In order to get everything you desire out of the appointment, consider these tips:
Your provider will be able to spend as much time with you as needed, but write down your questions, concerns and topics you’d like to discuss beforehand. This will prevent you from forgetting even the smallest things you may later wish you had asked. Remember, your provider is there as much for you as for your baby. If you have any concerns or need to better understand anything, do not hesitate to write it down and discuss it with your provider while he or she is there.
Document Feedings and Diaper Changes
One of the things your provider may want to know is how frequently and how much your baby is eating. It’s a good idea to keep track of this for yourself and for your provider. There are plenty of mobile apps available to make it easy, or you can do it the old fashioned way and just write it down. If there is an issue with your baby’s weight, this documentation will make it much easier to see your baby’s intake is the issue.
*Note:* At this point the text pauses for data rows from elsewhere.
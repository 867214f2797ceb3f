//! Sound library files load with their defaults, alternative spellings
//! (`truth` instead of `function`, per-row leakage) and exact values.

use ribbonmap::library::{Leakage, Library};

const MINIMAL: &str = r#"{
  "format": "ribbonmap-library/1",
  "name": "tiny",
  "units": {"area": "um2", "delay": "ns", "energy": "fJ", "power": "uW"},
  "cells": [
    {"name": "nand2", "inputs": ["a", "b"], "output": "y", "function": "~(a & b)",
     "area": 4, "delay": {"intrinsic": 2, "per_load": 1}},
    {"name": "mux", "inputs": ["s", "t", "e"], "output": "y", "truth": "0b11100100",
     "area": 8, "delay": {"intrinsic": 3, "per_load": 1}, "leakage": [1, 2, 3, 4, 5, 6, 7, 8],
     "switch_energy": 0.5, "devices": 12, "input_load": 2}
  ]
}"#;

#[test]
fn defaults_and_alternative_spellings() {
    let lib = Library::from_json_str(MINIMAL, "tiny.json").unwrap();
    assert_eq!(lib.primary_output_load, 1.0);
    assert_eq!(lib.supply_v, None);
    assert!(lib.storage.is_empty());
    let nand2 = lib.cell("nand2").unwrap();
    assert_eq!(nand2.truth, 0x7);
    assert_eq!(nand2.input_load, 1.0);
    assert_eq!(nand2.switch_energy, 0.0);
    assert_eq!(nand2.leakage, Leakage::Constant(0.0));
    assert_eq!(nand2.devices, 0);
    // mux: s ? e : t with s = input 0, t = input 1, e = input 2; written out
    // row by row (rows 7..0) it is 1110 0100.
    let mux = lib.cell("mux").unwrap();
    let expected = (0..8u64).fold(0u64, |acc, r| {
        let (s, t, e) = (r & 1, (r >> 1) & 1, (r >> 2) & 1);
        acc | ((if s == 1 { e } else { t }) << r)
    });
    assert_eq!(mux.truth, expected);
    assert_eq!(mux.mean_leakage(), 4.5);
    assert_eq!(mux.devices, 12);
    assert_eq!(mux.delay_for_load(3.0), 6.0);
}

#[test]
fn a_nand_alone_is_complete_and_monotone_sets_are_not() {
    // NAND alone is functionally complete (Sheffer 1913; common practice).
    let only_nand = MINIMAL.replace(
        r#",
    {"name": "mux", "inputs": ["s", "t", "e"], "output": "y", "truth": "0b11100100",
     "area": 8, "delay": {"intrinsic": 3, "per_load": 1}, "leakage": [1, 2, 3, 4, 5, 6, 7, 8],
     "switch_energy": 0.5, "devices": 12, "input_load": 2}"#,
        "",
    );
    assert!(Library::from_json_str(&only_nand, "x.json").is_ok());
    let and_only = only_nand.replace("~(a & b)", "a & b");
    let err = Library::from_json_str(&and_only, "x.json").unwrap_err();
    assert!(err.to_string().contains("cannot build NOT"), "{err}");
}

#[test]
fn every_builtin_library_matches_its_json_text_read_independently() {
    // The loaded library is compared with the embedded JSON text as
    // serde_json alone reads it, and each cell's truth table with the
    // function text evaluated by the small evaluator below (written for
    // this test; rows follow docs/library-format.md: row r gives input k
    // the value of bit k of r).
    for name in Library::builtin_names() {
        let text = ribbonmap::library::builtin_text(name).unwrap();
        let json: serde_json::Value = serde_json::from_str(text).unwrap();
        let lib = Library::builtin(name).unwrap();
        assert_eq!(lib.name, json["name"].as_str().unwrap());
        assert_eq!(lib.units.area, json["units"]["area"].as_str().unwrap());
        assert_eq!(lib.units.delay, json["units"]["delay"].as_str().unwrap());
        assert_eq!(
            lib.primary_output_load,
            json["primary_output_load"].as_f64().unwrap_or(1.0)
        );
        assert_eq!(lib.supply_v, json["supply_v"].as_f64());
        let cells = json["cells"].as_array().unwrap();
        assert_eq!(lib.cells.len(), cells.len(), "{name}");
        for (cell, j) in lib.cells.iter().zip(cells) {
            let what = format!("{name}/{}", cell.name);
            assert_eq!(cell.name, j["name"].as_str().unwrap(), "{what}");
            let inputs: Vec<&str> = j["inputs"]
                .as_array()
                .unwrap()
                .iter()
                .map(|v| v.as_str().unwrap())
                .collect();
            assert_eq!(cell.inputs, inputs, "{what}");
            assert_eq!(cell.area, j["area"].as_f64().unwrap(), "{what}");
            assert_eq!(
                cell.delay.intrinsic,
                j["delay"]["intrinsic"].as_f64().unwrap(),
                "{what}"
            );
            assert_eq!(
                cell.delay.per_load,
                j["delay"]["per_load"].as_f64().unwrap(),
                "{what}"
            );
            assert_eq!(
                cell.input_load,
                j["input_load"].as_f64().unwrap_or(1.0),
                "{what}"
            );
            assert_eq!(
                cell.switch_energy,
                j["switch_energy"].as_f64().unwrap_or(0.0),
                "{what}"
            );
            assert_eq!(
                cell.switch_energy_per_load,
                j["switch_energy_per_load"].as_f64().unwrap_or(0.0),
                "{what}"
            );
            assert_eq!(
                u64::from(cell.devices),
                j["devices"].as_u64().unwrap_or(0),
                "{what}"
            );
            match (&cell.leakage, &j["leakage"]) {
                (Leakage::Constant(v), serde_json::Value::Number(n)) => {
                    assert_eq!(Some(*v), n.as_f64(), "{what}")
                }
                (Leakage::Constant(v), serde_json::Value::Null) => assert_eq!(*v, 0.0, "{what}"),
                (Leakage::PerRow(rows), serde_json::Value::Array(list)) => {
                    let want: Vec<Option<f64>> = list.iter().map(|x| x.as_f64()).collect();
                    let got: Vec<Option<f64>> = rows.iter().map(|&x| Some(x)).collect();
                    assert_eq!(got, want, "{what}");
                }
                (got, want) => panic!("{what}: leakage {got:?} from {want}"),
            }
            let function = j["function"].as_str().unwrap();
            assert_eq!(
                cell.truth,
                eval::truth_table(function, &inputs),
                "{what}: {function}"
            );
        }
        let storage = json["storage"].as_array().map_or(0, Vec::len);
        assert_eq!(lib.storage.len(), storage, "{name}");
    }
}

#[test]
fn independent_evaluator_by_hand() {
    // Hand-written truth tables (row r: input k is bit k of r).
    assert_eq!(eval::truth_table("a & b", &["a", "b"]), 0b1000);
    assert_eq!(eval::truth_table("!(a | b)", &["a", "b"]), 0b0001);
    assert_eq!(eval::truth_table("!((a & b) | c)", &["a", "b", "c"]), 0x07);
    assert_eq!(eval::truth_table("maj(a, b, c)", &["a", "b", "c"]), 0xE8);
    assert_eq!(eval::truth_table("a ^ b ^ c", &["a", "b", "c"]), 0x96);
}

/// A recursive-descent evaluator of the cell-function text, written for
/// this test and sharing nothing with `ribbonmap::truth::expr`: `!`/`~`,
/// `&`, `^`, `|` (in falling precedence, C order), parentheses and
/// `maj(x, y, z)`.
mod eval {
    pub fn truth_table(text: &str, inputs: &[&str]) -> u64 {
        let mut table = 0;
        for row in 0..1u64 << inputs.len() {
            let mut p = Parser {
                chars: text.chars().filter(|c| !c.is_whitespace()).collect(),
                at: 0,
                inputs,
                row,
            };
            let value = p.or();
            assert_eq!(p.at, p.chars.len(), "trailing text in {text}");
            table |= u64::from(value) << row;
        }
        table
    }

    struct Parser<'a> {
        chars: Vec<char>,
        at: usize,
        inputs: &'a [&'a str],
        row: u64,
    }

    impl Parser<'_> {
        fn eat(&mut self, c: char) -> bool {
            let hit = self.chars.get(self.at) == Some(&c);
            self.at += usize::from(hit);
            hit
        }
        fn or(&mut self) -> bool {
            let mut v = self.xor();
            while self.eat('|') {
                v |= self.xor();
            }
            v
        }
        fn xor(&mut self) -> bool {
            let mut v = self.and();
            while self.eat('^') {
                v ^= self.and();
            }
            v
        }
        fn and(&mut self) -> bool {
            let mut v = self.unary();
            while self.eat('&') {
                v &= self.unary();
            }
            v
        }
        fn unary(&mut self) -> bool {
            if self.eat('!') || self.eat('~') {
                return !self.unary();
            }
            if self.eat('(') {
                let v = self.or();
                assert!(self.eat(')'));
                return v;
            }
            let start = self.at;
            while self
                .chars
                .get(self.at)
                .is_some_and(|c| c.is_alphanumeric() || *c == '_')
            {
                self.at += 1;
            }
            let word: String = self.chars[start..self.at].iter().collect();
            if word == "maj" {
                assert!(self.eat('('));
                let x = self.or();
                assert!(self.eat(','));
                let y = self.or();
                assert!(self.eat(','));
                let z = self.or();
                assert!(self.eat(')'));
                return (x & y) | (x & z) | (y & z);
            }
            let k = self
                .inputs
                .iter()
                .position(|&i| i == word)
                .unwrap_or_else(|| panic!("unknown name {word:?}"));
            self.row >> k & 1 == 1
        }
    }
}

/// Post's five classes counted over every function of one to four inputs,
/// against the published class sizes: 0-preserving and 1-preserving
/// functions of n inputs number 2^(2^n - 1) each, self-dual ones 2^(2^(n-1))
/// (one free value per pair of complementary rows), affine ones 2^(n+1), and
/// monotone ones the Dedekind numbers 3, 6, 20, 168 (OEIS A000372). The
/// classes are read from the reasons `missing_basics` gives for a set made
/// of that one function, without the free constants.
#[test]
fn post_classes_have_their_published_sizes() {
    use ribbonmap::library::completeness::{is_affine, is_monotone, missing_basics, SmallFunction};
    const DEDEKIND: [u64; 5] = [2, 3, 6, 20, 168];
    for (n, &dedekind) in DEDEKIND.iter().enumerate().skip(1) {
        let rows = 1u64 << n;
        let (mut zero, mut one, mut dual, mut affine, mut monotone) = (0u64, 0, 0, 0, 0);
        for truth in 0..(1u64 << rows) {
            let f = SmallFunction { truth, inputs: n };
            let reasons = missing_basics(&[f], false);
            let has = |words: &str| reasons.iter().any(|r| r.contains(words));
            zero += has("outputs 0 when all its inputs are 0") as u64;
            one += has("outputs 1 when all its inputs are 1") as u64;
            dual += has("self-dual") as u64;
            let a = has("every cell is affine");
            let m = has("every cell is monotone");
            assert_eq!(a, is_affine(f), "{n} inputs, truth {truth:#x}");
            assert_eq!(m, is_monotone(f), "{n} inputs, truth {truth:#x}");
            affine += a as u64;
            monotone += m as u64;
            // With the constants free only "monotone" and "affine" can fail
            // (the constants are neither preserving nor self-dual).
            let free = missing_basics(&[f], true);
            assert_eq!(free.len(), a as usize + m as usize, "{n} inputs, {free:?}");
        }
        let half_rows = 1u32 << (n - 1);
        assert_eq!(zero, 1u64 << (rows - 1), "0-preserving, {n} inputs");
        assert_eq!(one, 1u64 << (rows - 1), "1-preserving, {n} inputs");
        assert_eq!(dual, 1u64 << half_rows, "self-dual, {n} inputs");
        assert_eq!(affine, 1u64 << (n + 1), "affine, {n} inputs");
        assert_eq!(monotone, dedekind, "monotone, {n} inputs");
    }
}

#[test]
fn names_and_pins_must_be_identifiers() {
    // docs/library-format.md: a cell name is an identifier; the loader's
    // message says what one is (letters, digits and '_', starting with a
    // letter or '_', the usual rule of programming languages, common
    // practice). Underscores anywhere and digits after the first character
    // are fine; a leading digit, a dash or a dot is not.
    let rename = |from: &str, to: &str| MINIMAL.replacen(from, to, 1);
    for good in ["nand_2", "_nand2", "N2_"] {
        let text = rename(r#""name": "nand2""#, &format!(r#""name": "{good}""#));
        let lib = Library::from_json_str(&text, "x.json").unwrap_or_else(|e| panic!("{good}: {e}"));
        assert!(lib.cell(good).is_some(), "{good}");
    }
    for bad in ["2nand", "nand-2", "nand.2", ""] {
        let text = rename(r#""name": "nand2""#, &format!(r#""name": "{bad}""#));
        let err = Library::from_json_str(&text, "x.json").unwrap_err();
        assert!(
            err.to_string()
                .contains(&format!("'{bad}' is not a valid name")),
            "{bad}: {err}"
        );
    }
    // The same rule for input pins.
    let text = MINIMAL.replacen(
        r#"["a", "b"], "output": "y", "function": "~(a & b)""#,
        r#"["a_1", "b_2"], "output": "y", "function": "~(a_1 & b_2)""#,
        1,
    );
    assert_eq!(
        Library::from_json_str(&text, "x.json").unwrap().cells[0].truth,
        0x7
    );
}

#[test]
fn a_bad_expression_is_quoted_and_long_ones_are_cut_at_sixty_characters() {
    // The message quotes the expression (so the column can be read against
    // it); one longer than 60 characters is cut to its first 60 and an
    // ellipsis, keeping the message one line (the loader's documented
    // behaviour in src/library/load.rs, checked by counting characters here).
    let text = MINIMAL.replacen("~(a & b)", "~(a & )", 1);
    let err = Library::from_json_str(&text, "x.json")
        .unwrap_err()
        .to_string();
    assert!(
        err.contains(r#"bad expression "~(a & )" at column 7"#),
        "{err}"
    );
    let long = format!("{}(a & )", "a & b & ".repeat(10));
    let text = MINIMAL.replacen("~(a & b)", &long, 1);
    let err = Library::from_json_str(&text, "x.json")
        .unwrap_err()
        .to_string();
    let first_sixty: String = long.chars().take(60).collect();
    assert!(
        err.contains(&format!("bad expression \"{first_sixty}…\" at column 86")),
        "{err}"
    );
}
Don’t Sweat The Small Stuff
As a new parent, you may quickly come to realize that certain things get put on the side burner. It’s not uncommon to go all day without brushing your teeth or changing out of your pajamas. Being a new parent is exhausting and it can take weeks before you feel like you have time to do anything but care for your baby.
Don’t feel like you need to clean up your home or worry about appearances. This is yet another benefit of in-home visits. You will get to know your provider well during all of these well-child visits and they will in no way expect you or your home to be pristine. Relax, stay comfortable and know your baby will get excellent care without much effort on your part.